§ **Records for this task**
+++

def check(tol: float = 1e-10, *,
          charges: Sequence[float] | None = None,
          masses: Sequence[float | str] | None = None,
          nmax: int | None = None,
          methods: Sequence[str] = DEFAULT_METHODS,
          progress: Callable[[str], None] | None = None,
          quick: bool = False,
          equations: Sequence[str] = ("schrodinger", "dirac", "klein-gordon")) -> CheckReport:
    """Solve -Z/r for each charge, mass and method and compare with exact levels.

    Parameters
    ----------
    tol : float
        Relative tolerance asked of the solver and used to judge each level,
        0 < tol < 1 (:data:`radsolve.core.targets.JUDGED_TOL_RANGE`).
    charges : sequence of float
        Nuclear charges Z (positive).  Default: :data:`DEFAULT_CHARGES`, or
        those of :data:`QUICK_SET` with ``quick``; likewise ``masses`` and
        ``nmax``.
    masses : sequence of float or str
        Reduced masses in electron masses, or particle expressions such as
        ``"electron+proton"`` (see :func:`radsolve.units.parse_mass`).
    nmax : int
        Largest principal number n; every l < nmax is solved with
        ``count = nmax - l`` levels, i.e. every (n, l) with l < n <= nmax.
    methods : sequence of str
        Numerical methods, each solved and judged separately.
    progress : callable, optional
        Called with a short text before each (Z, μ, method) case.
    quick : bool
        The reduced set :data:`QUICK_SET` (a fast smoke run) for every one
        of ``charges``, ``masses``, ``nmax`` not given.
    equations : sequence of str
        The wave equations checked (``"schrodinger"``, ``"dirac"``,
        ``"klein-gordon"``; every one by default).

    Returns
    -------
    CheckReport
        Rows for every level, failures, ``passed`` and a one-line ``verdict``.
        A level fails when missing, not converged, off by more than ``tol``,
        or when its error estimate understates the true error more than 10
        times while that error is above the double-precision floor
        ``1e-14 |E|``.
    """
    from radsolve.errors import InputError, RadsolveError
    from radsolve.core.result import level_label
    from radsolve.core.spectrum import solve
    from radsolve.units import parse_mass

    from radsolve.core.targets import JUDGED_TOL_RANGE, validated_tol

    # The tolerance judged: any 0 < tol < 1 may be asked; one the solver refuses
    # (below 1e-14, say) makes the check fail with the solver's reason.
    tol = validated_tol(tol, "tol", JUDGED_TOL_RANGE)
    preset = QUICK_SET if quick else FULL_SET
    charges = preset["charges"] if charges is None else charges
    masses = preset["masses"] if masses is None else masses
    nmax = preset["nmax"] if nmax is None else nmax
    if isinstance(nmax, bool) or int(nmax) != nmax or nmax < 1:
        raise InputError(f"nmax must be a whole number >= 1, got {nmax!r}", parameter="nmax")
    nmax = int(nmax)
    methods = tuple(methods)
    if not methods:
        raise InputError("methods: at least one method is needed", parameter="methods")

    from radsolve.core.relativistic import SCHRODINGER, validated_equation

    equations = tuple(dict.fromkeys(validated_equation(e) for e in equations))
    if not equations:
        raise InputError("equations: at least one equation is needed", parameter="equations")
    rows: list[CheckRow] = []
    failures: list[str] = []
    for equation in equations:
        if equation != SCHRODINGER:
            for Z in charges:
                if not Z > 0:
                    raise InputError(f"charges must be positive, got {Z!r}", parameter="charges")
                rows += _relativistic_block(equation, Z, masses, nmax, methods, tol, progress, failures)
    if SCHRODINGER not in equations:
        return CheckReport(rows=rows, tol=tol, methods=methods, failures=failures)
    relativistic_rows, rows = rows, []
    for Z in charges:
        if not Z > 0:
            raise InputError(f"charges must be positive, got {Z!r}", parameter="charges")
        pot = _coulomb(Z)
        for mass_spec in masses:
            mu = parse_mass(mass_spec)
            block: dict[tuple[int, int], CheckRow] = {}
            for l in range(nmax):
                for n in range(l + 1, nmax + 1):
                    block[(n, l)] = CheckRow(Z, mu, str(mass_spec), level_label(n, l), n, l,
                                             exact_coulomb_energy(n, Z, mu), {})
            for method in methods:
                if progress is not None:
                    progress(f"Z = {Z:g}, mass = {mass_spec}, method {method}")
                for l in range(nmax):
                    found = {}
                    reason = "missing"
                    try:
                        res = solve(pot, l=l, count=nmax - l, mass=mu, tol=tol, method=method)
                        found = {lev.n: lev for lev in res.levels if lev.l == l}
                    except RadsolveError as exc:
                        reason = f"missing ({exc})"
                    for n in range(l + 1, nmax + 1):
                        row = block[(n, l)]
                        lev = found.get(n)
                        if lev is None:
                            outcome = MethodOutcome(None, None, None, None, None, False,
                                                    [reason])
                        else:
                            scale = abs(row.exact)
                            outcome = MethodOutcome(
                                energy=float(lev.energy),
                                error_estimate=float(lev.error_estimate),
                                relative_error=(float(lev.energy) - row.exact) / scale,
                                relative_estimate=float(lev.error_estimate) / scale,
                                order=None if lev.order is None else float(lev.order),
                                converged=bool(lev.converged),
                            )
                            _assess(outcome, row.exact, tol)
                        row.outcomes[method] = outcome
                        if outcome.failed:
                            failures.append(
                                f"Z={Z:g} mass={mass_spec} {row.label} {method}: "
                                + "; ".join(outcome.problems))
            rows += sorted(block.values(), key=lambda r: (r.l, r.n))
    return CheckReport(rows=rows + relativistic_rows, tol=tol, methods=methods, failures=failures)


def _relativistic_block(equation, Z, masses, nmax, methods, tol, progress, failures) -> list[CheckRow]:
    """The Dirac or Klein-Gordon rows of one charge, every mass and method (see the module docstring)."""
    from radsolve.errors import RadsolveError
    from radsolve.core.result import level_designation
    from radsolve.core.spectrum import solve
    from radsolve.units import parse_mass

    rows: list[CheckRow] = []
    pot = _coulomb(Z)
    for mass_spec in masses:
        mu = parse_mass(mass_spec)
        block: dict = {}
        for l in range(nmax):
            for j in ((None,) if equation != "dirac" else ((0.5,) if l == 0 else (l - 0.5, l + 0.5))):
                for n in range(l + 1, nmax + 1):
                    exact = exact_relativistic_energy(equation, n, l, j, Z, mu)
                    if exact is not None:
                        label = level_designation(n - l - 1, l, j)[1]
                        block[(n, l, j)] = CheckRow(Z, mu, str(mass_spec), label, n, l, exact, {}, equation, j)
        ls = sorted({l for (_, l, _) in block})
        # the Dirac equation's own independent method is checked beside the registered ones
        own = ("first-order",) if equation == "dirac" and "first-order" not in methods else ()
        for method in tuple(methods) + own:
            if progress is not None:
                progress(f"{equation}: Z = {Z:g}, mass = {mass_spec}, method {method}")
            for l in ls:
                found, reason = {}, "missing"
                try:
                    res = solve(pot, l=l, count=nmax - l, mass=mu, tol=tol, method=method, equation=equation)
                    found = {(lev.n, lev.l, lev.j): lev for lev in res.levels}
                except RadsolveError as exc:
                    reason = f"missing ({exc})"
                for key, row in block.items():
                    if key[1] != l:
                        continue
                    lev = found.get(key)
                    if lev is None:
                        outcome = MethodOutcome(None, None, None, None, None, False, [reason])
                    else:
                        scale = abs(row.exact)
                        outcome = MethodOutcome(float(lev.energy), float(lev.error_estimate),
                                                (float(lev.energy) - row.exact) / scale,
                                                float(lev.error_estimate) / scale,
                                                None if lev.order is None else float(lev.order), bool(lev.converged))
                        _assess(outcome, row.exact, tol)
                    row.outcomes[method] = outcome
                    if outcome.failed:
                        failures.append(f"{equation} Z={Z:g} mass={mass_spec} {row.label} {method}: "
                                        + "; ".join(outcome.problems))
        rows += sorted(block.values(), key=lambda r: (r.l, r.j or 0.0, r.n))
    return rows


#: Short marks used in the table, and their meaning (printed as a legend).
MARKS = {"missing": "!MISSING", "not converged": "!CONV", "error > tol": "!TOL",
         "estimate too small": "!EST"}


def _mark(problem: str) -> str:
    for key, mark in MARKS.items():
        if problem.startswith(key):
            return mark
    return "!" + problem


def _num(x: float | None, fmt: str) -> str:
    return "-" if x is None else format(x, fmt)


def format_check(report: CheckReport) -> str:
    """Text rendering of ``report``: a block per (Z, μ), the verdict last.

    Each level takes one line for the exact value and one per method with
    its energy, relative error, relative error estimate, observed order and,
    when it fails, a mark saying why.  At most 80 columns.
    """
    from radsolve.output.report import _wrap, format_columns

    lines: list[str] = []
    for text in (
        f"Coulomb levels of -Z/r against the exact E = -mu Z^2/(2 n^2) (textbook "
        f"formula); tol {report.tol:.1e}; energies in hartree",
        "rel.err = (E - exact)/|exact|; rel.est = error estimate/|exact|; "
        "order = observed order of convergence in the grid step",
        "marks: " + ", ".join(f"{m} {k}" for k, m in MARKS.items())
        + f" (by more than {UNDERSTATEMENT_FACTOR:g}x, above {DOUBLE_PRECISION_FLOOR:g}|E|)",
    ):
        lines += _wrap(text)
    if any(row.equation != "schrodinger" for row in report.rows):
        lines += _wrap("relativistic section (point charge, textbook formulas): Dirac, Sommerfeld's "
                       "fine-structure formula; Klein-Gordon, its Coulomb formula; energies E - mu c^2; "
                       "levels without a point-charge solution (Z alpha >= |kappa|, >= l + 1/2) are left out")
    blocks: dict[tuple, list[CheckRow]] = {}
    for row in report.rows:
        blocks.setdefault((row.equation, row.Z, row.mass_name), []).append(row)
    header = ["level", "source", "energy", "rel.err", "rel.est", "order", ""]
    for (equation, Z, mass_name), rows in blocks.items():
        mu = rows[0].mass
        lines.append("")
        name = "" if mass_name == str(mu) or _is_number(mass_name) else f" ({mass_name})"
        what = "" if equation == "schrodinger" else f", {equation}"
        lines.append(f"== Z = {Z:g}, reduced mass {mu:.10g} electron masses{name}{what}")
        table = []
        for row in rows:
            table.append([row.label, "exact", f"{row.exact:#.13g}", "", "", "", ""])
            for method, o in row.outcomes.items():
                mark = " ".join(_mark(p) for p in o.problems)
                table.append(["", method, "-" if o.energy is None else f"{o.energy:#.13g}",
                              _num(o.relative_error, "+.1e"), _num(o.relative_estimate, ".1e"),
                              _num(o.order, ".2f"), mark])
        lines += format_columns(header, table, right={2, 3, 4, 5})
    # Why levels are missing does not fit in the table: say it once per reason.
    reasons: dict[str, int] = {}
    for row in report.rows:
        for o in row.outcomes.values():
            for p in o.problems:
                if p.startswith("missing ("):
                    reasons[p[len("missing ("):-1]] = reasons.get(p[len("missing ("):-1], 0) + 1
    for reason, times in reasons.items():
        lines.append("")
        lines += _wrap(f"!MISSING x {times}: the solver refused: {reason}")
    lines.append("")
    lines.append(report.verdict)
    return "\n".join(lines) + "\n"


def _is_number(text: str) -> bool:
    try:
        float(text)
    except ValueError:
        return False
    return True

+++

§ **Assignment**
Reproduce every line of the records containing the string "import".

§ **Finished exercise**
    from radsolve.errors import InputError, RadsolveError
    from radsolve.core.result import level_label
    from radsolve.core.spectrum import solve
    from radsolve.units import parse_mass
    from radsolve.core.targets import JUDGED_TOL_RANGE, validated_tol
    from radsolve.core.relativistic import SCHRODINGER, validated_equation
    from radsolve.errors import RadsolveError
    from radsolve.core.result import level_designation
    from radsolve.core.spectrum import solve
    from radsolve.units import parse_mass
    from radsolve.output.report import _wrap, format_columns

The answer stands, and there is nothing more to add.